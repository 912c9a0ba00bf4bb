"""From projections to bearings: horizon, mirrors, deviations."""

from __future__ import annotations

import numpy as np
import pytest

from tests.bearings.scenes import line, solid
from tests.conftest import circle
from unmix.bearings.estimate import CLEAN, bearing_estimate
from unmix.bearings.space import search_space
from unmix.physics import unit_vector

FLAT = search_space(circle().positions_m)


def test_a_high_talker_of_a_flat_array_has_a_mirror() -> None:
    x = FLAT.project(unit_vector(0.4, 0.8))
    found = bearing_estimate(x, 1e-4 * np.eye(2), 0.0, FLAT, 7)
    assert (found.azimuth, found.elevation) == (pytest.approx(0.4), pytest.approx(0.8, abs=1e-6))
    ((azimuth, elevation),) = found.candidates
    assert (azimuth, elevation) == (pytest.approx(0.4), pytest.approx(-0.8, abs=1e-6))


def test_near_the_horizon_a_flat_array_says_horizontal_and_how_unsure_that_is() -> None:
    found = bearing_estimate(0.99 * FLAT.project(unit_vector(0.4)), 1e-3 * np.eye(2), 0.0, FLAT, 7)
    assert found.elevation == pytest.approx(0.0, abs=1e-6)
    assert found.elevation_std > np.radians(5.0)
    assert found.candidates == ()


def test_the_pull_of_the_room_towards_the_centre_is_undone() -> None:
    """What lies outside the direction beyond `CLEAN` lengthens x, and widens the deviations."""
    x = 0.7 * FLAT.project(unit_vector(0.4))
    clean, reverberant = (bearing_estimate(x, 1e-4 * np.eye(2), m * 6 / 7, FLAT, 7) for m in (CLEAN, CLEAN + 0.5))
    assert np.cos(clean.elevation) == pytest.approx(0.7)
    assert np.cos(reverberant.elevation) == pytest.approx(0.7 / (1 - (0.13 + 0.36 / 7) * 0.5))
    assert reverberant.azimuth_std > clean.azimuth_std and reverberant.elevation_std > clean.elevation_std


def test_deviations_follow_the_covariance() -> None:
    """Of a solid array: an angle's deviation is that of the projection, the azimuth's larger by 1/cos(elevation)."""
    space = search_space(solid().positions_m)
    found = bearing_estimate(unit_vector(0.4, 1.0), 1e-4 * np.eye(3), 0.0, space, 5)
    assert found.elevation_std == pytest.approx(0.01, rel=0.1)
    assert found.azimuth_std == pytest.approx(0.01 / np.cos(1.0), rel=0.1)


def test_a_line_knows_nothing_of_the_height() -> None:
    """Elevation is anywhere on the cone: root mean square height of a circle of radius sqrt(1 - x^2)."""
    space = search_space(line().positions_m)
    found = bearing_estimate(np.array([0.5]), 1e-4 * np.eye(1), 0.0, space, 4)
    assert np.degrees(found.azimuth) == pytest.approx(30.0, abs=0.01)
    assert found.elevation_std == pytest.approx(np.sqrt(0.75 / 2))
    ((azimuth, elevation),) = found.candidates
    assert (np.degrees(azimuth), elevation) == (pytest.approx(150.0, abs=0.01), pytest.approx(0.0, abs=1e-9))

-.-.-

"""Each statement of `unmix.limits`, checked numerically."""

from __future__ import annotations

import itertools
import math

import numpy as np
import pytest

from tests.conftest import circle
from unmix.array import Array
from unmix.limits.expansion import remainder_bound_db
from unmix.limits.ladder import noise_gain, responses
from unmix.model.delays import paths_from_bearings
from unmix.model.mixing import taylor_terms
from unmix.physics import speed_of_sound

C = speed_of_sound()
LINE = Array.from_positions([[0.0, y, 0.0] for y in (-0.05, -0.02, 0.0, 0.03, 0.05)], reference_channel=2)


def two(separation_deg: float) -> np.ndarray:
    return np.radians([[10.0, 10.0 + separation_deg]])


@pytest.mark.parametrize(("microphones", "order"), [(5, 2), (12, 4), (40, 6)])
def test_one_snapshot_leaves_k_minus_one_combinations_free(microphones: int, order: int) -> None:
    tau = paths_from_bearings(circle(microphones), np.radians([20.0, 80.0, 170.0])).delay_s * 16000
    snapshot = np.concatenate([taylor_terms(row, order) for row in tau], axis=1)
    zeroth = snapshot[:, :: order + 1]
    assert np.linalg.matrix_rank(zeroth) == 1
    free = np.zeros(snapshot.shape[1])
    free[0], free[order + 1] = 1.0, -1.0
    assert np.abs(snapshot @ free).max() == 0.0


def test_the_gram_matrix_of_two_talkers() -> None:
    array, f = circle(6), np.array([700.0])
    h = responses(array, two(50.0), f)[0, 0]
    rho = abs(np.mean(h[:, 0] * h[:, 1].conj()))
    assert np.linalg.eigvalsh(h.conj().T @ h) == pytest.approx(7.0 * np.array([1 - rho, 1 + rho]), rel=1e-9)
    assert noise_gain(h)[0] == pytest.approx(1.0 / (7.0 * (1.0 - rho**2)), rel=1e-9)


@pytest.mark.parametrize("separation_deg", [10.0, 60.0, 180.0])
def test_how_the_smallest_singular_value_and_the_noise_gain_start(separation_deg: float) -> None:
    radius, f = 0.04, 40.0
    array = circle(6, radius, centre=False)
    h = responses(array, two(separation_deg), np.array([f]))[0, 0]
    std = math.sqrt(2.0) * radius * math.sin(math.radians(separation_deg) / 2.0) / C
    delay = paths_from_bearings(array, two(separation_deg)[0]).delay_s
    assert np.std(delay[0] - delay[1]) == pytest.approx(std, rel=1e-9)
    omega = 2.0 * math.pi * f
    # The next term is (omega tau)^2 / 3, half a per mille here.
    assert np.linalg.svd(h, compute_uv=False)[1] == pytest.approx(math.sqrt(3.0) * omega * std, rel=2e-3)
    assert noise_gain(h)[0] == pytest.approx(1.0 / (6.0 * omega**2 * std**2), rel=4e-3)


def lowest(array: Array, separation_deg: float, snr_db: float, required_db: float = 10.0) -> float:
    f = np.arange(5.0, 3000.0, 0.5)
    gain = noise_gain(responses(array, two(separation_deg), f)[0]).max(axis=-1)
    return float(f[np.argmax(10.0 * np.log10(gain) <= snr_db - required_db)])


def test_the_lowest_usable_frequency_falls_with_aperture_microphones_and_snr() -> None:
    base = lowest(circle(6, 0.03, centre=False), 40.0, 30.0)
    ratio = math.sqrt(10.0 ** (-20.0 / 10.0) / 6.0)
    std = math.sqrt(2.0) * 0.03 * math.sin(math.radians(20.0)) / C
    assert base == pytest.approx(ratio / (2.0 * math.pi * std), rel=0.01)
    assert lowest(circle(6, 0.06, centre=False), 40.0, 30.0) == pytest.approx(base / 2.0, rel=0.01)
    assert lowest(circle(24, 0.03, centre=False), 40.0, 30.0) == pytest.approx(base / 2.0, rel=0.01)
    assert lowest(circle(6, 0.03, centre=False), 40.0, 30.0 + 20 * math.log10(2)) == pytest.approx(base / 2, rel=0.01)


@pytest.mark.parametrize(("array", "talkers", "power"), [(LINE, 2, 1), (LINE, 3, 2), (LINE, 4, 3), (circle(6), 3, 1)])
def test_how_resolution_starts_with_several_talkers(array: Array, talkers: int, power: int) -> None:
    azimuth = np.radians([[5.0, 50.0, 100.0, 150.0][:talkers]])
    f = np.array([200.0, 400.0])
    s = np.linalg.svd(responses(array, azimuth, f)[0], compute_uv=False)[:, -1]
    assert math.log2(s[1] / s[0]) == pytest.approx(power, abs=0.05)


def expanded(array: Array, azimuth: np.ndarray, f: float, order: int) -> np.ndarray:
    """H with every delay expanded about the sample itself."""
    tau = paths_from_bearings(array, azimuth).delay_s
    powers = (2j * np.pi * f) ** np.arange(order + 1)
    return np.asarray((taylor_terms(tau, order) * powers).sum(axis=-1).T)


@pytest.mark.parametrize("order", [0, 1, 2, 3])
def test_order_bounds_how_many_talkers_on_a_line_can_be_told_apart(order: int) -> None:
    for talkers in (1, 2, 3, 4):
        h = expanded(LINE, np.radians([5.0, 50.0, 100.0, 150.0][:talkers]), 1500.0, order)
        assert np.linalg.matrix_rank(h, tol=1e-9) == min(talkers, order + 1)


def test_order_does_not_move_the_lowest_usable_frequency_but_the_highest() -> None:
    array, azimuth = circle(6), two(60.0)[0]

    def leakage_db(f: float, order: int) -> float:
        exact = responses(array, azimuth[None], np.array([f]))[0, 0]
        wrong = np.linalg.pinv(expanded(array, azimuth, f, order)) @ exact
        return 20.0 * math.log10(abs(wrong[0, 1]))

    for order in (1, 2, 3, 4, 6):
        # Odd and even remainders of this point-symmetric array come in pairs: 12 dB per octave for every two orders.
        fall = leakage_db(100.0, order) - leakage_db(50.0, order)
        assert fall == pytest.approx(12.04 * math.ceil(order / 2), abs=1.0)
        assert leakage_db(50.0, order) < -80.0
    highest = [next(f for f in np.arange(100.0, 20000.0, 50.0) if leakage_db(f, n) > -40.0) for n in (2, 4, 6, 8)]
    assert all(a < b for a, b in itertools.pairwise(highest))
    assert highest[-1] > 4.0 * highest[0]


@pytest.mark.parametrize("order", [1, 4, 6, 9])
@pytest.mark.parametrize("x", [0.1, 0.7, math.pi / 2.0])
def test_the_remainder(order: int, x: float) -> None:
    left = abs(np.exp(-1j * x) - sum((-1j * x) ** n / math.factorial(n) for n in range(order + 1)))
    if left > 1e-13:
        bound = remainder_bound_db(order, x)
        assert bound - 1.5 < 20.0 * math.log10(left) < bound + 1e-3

-.-.-

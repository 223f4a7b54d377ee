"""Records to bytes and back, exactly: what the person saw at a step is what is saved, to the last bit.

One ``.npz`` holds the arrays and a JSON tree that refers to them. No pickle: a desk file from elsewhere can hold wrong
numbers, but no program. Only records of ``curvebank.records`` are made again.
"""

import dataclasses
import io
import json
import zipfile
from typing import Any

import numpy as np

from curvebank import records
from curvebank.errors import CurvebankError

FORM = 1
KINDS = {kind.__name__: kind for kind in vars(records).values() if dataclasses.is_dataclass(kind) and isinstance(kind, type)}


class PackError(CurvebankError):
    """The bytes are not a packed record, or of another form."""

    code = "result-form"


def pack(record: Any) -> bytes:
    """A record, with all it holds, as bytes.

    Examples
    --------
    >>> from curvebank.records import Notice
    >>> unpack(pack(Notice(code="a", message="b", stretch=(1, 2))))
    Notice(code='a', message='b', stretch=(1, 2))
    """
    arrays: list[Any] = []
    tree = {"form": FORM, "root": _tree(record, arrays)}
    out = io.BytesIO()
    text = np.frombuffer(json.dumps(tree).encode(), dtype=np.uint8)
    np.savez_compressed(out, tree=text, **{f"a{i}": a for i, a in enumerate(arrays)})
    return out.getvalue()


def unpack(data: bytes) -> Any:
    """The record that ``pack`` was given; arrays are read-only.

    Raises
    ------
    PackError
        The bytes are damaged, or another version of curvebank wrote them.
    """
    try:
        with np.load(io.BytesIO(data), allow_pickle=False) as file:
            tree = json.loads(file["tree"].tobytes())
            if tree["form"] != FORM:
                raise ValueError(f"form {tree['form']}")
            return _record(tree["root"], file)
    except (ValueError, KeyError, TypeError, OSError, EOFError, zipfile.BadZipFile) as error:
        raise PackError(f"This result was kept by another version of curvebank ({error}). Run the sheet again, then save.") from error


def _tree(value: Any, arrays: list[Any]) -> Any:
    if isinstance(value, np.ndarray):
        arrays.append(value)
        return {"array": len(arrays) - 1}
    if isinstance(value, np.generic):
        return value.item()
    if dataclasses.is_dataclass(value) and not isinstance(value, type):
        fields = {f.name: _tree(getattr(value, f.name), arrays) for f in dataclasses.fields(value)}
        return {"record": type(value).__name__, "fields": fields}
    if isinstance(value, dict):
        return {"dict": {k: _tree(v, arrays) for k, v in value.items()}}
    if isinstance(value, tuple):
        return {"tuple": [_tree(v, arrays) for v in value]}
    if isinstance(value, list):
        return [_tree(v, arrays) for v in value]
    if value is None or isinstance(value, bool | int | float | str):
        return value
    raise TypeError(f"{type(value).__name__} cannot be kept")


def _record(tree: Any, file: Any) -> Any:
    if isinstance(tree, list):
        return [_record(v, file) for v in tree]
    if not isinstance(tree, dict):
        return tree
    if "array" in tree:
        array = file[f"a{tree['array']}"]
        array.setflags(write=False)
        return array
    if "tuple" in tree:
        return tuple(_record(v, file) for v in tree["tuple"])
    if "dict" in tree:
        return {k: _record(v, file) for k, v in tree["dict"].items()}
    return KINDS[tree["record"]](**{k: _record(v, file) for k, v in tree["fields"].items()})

-.-.-

● EXERCISE BRIEF: Copy out, exactly and alone, the lines of the entries above between the ones holding "repository 912c9a0ba00bf4bb" and "is anywhere on", inclusive.

● RESPONSE:
repository 912c9a0ba00bf4bb
"""From projections to bearings: horizon, mirrors, deviations."""

from __future__ import annotations

import numpy as np
import pytest

from tests.bearings.scenes import line, solid
from tests.conftest import circle
from unmix.bearings.estimate import CLEAN, bearing_estimate
from unmix.bearings.space import search_space
from unmix.physics import unit_vector

FLAT = search_space(circle().positions_m)


def test_a_high_talker_of_a_flat_array_has_a_mirror() -> None:
    x = FLAT.project(unit_vector(0.4, 0.8))
    found = bearing_estimate(x, 1e-4 * np.eye(2), 0.0, FLAT, 7)
    assert (found.azimuth, found.elevation) == (pytest.approx(0.4), pytest.approx(0.8, abs=1e-6))
    ((azimuth, elevation),) = found.candidates
    assert (azimuth, elevation) == (pytest.approx(0.4), pytest.approx(-0.8, abs=1e-6))


def test_near_the_horizon_a_flat_array_says_horizontal_and_how_unsure_that_is() -> None:
    found = bearing_estimate(0.99 * FLAT.project(unit_vector(0.4)), 1e-3 * np.eye(2), 0.0, FLAT, 7)
    assert found.elevation == pytest.approx(0.0, abs=1e-6)
    assert found.elevation_std > np.radians(5.0)
    assert found.candidates == ()


def test_the_pull_of_the_room_towards_the_centre_is_undone() -> None:
    """What lies outside the direction beyond `CLEAN` lengthens x, and widens the deviations."""
    x = 0.7 * FLAT.project(unit_vector(0.4))
    clean, reverberant = (bearing_estimate(x, 1e-4 * np.eye(2), m * 6 / 7, FLAT, 7) for m in (CLEAN, CLEAN + 0.5))
    assert np.cos(clean.elevation) == pytest.approx(0.7)
    assert np.cos(reverberant.elevation) == pytest.approx(0.7 / (1 - (0.13 + 0.36 / 7) * 0.5))
    assert reverberant.azimuth_std > clean.azimuth_std and reverberant.elevation_std > clean.elevation_std


def test_deviations_follow_the_covariance() -> None:
    """Of a solid array: an angle's deviation is that of the projection, the azimuth's larger by 1/cos(elevation)."""
    space = search_space(solid().positions_m)
    found = bearing_estimate(unit_vector(0.4, 1.0), 1e-4 * np.eye(3), 0.0, space, 5)
    assert found.elevation_std == pytest.approx(0.01, rel=0.1)
    assert found.azimuth_std == pytest.approx(0.01 / np.cos(1.0), rel=0.1)


def test_a_line_knows_nothing_of_the_height() -> None:
    """Elevation is anywhere on the cone: root mean square height of a circle of radius sqrt(1 - x^2)."""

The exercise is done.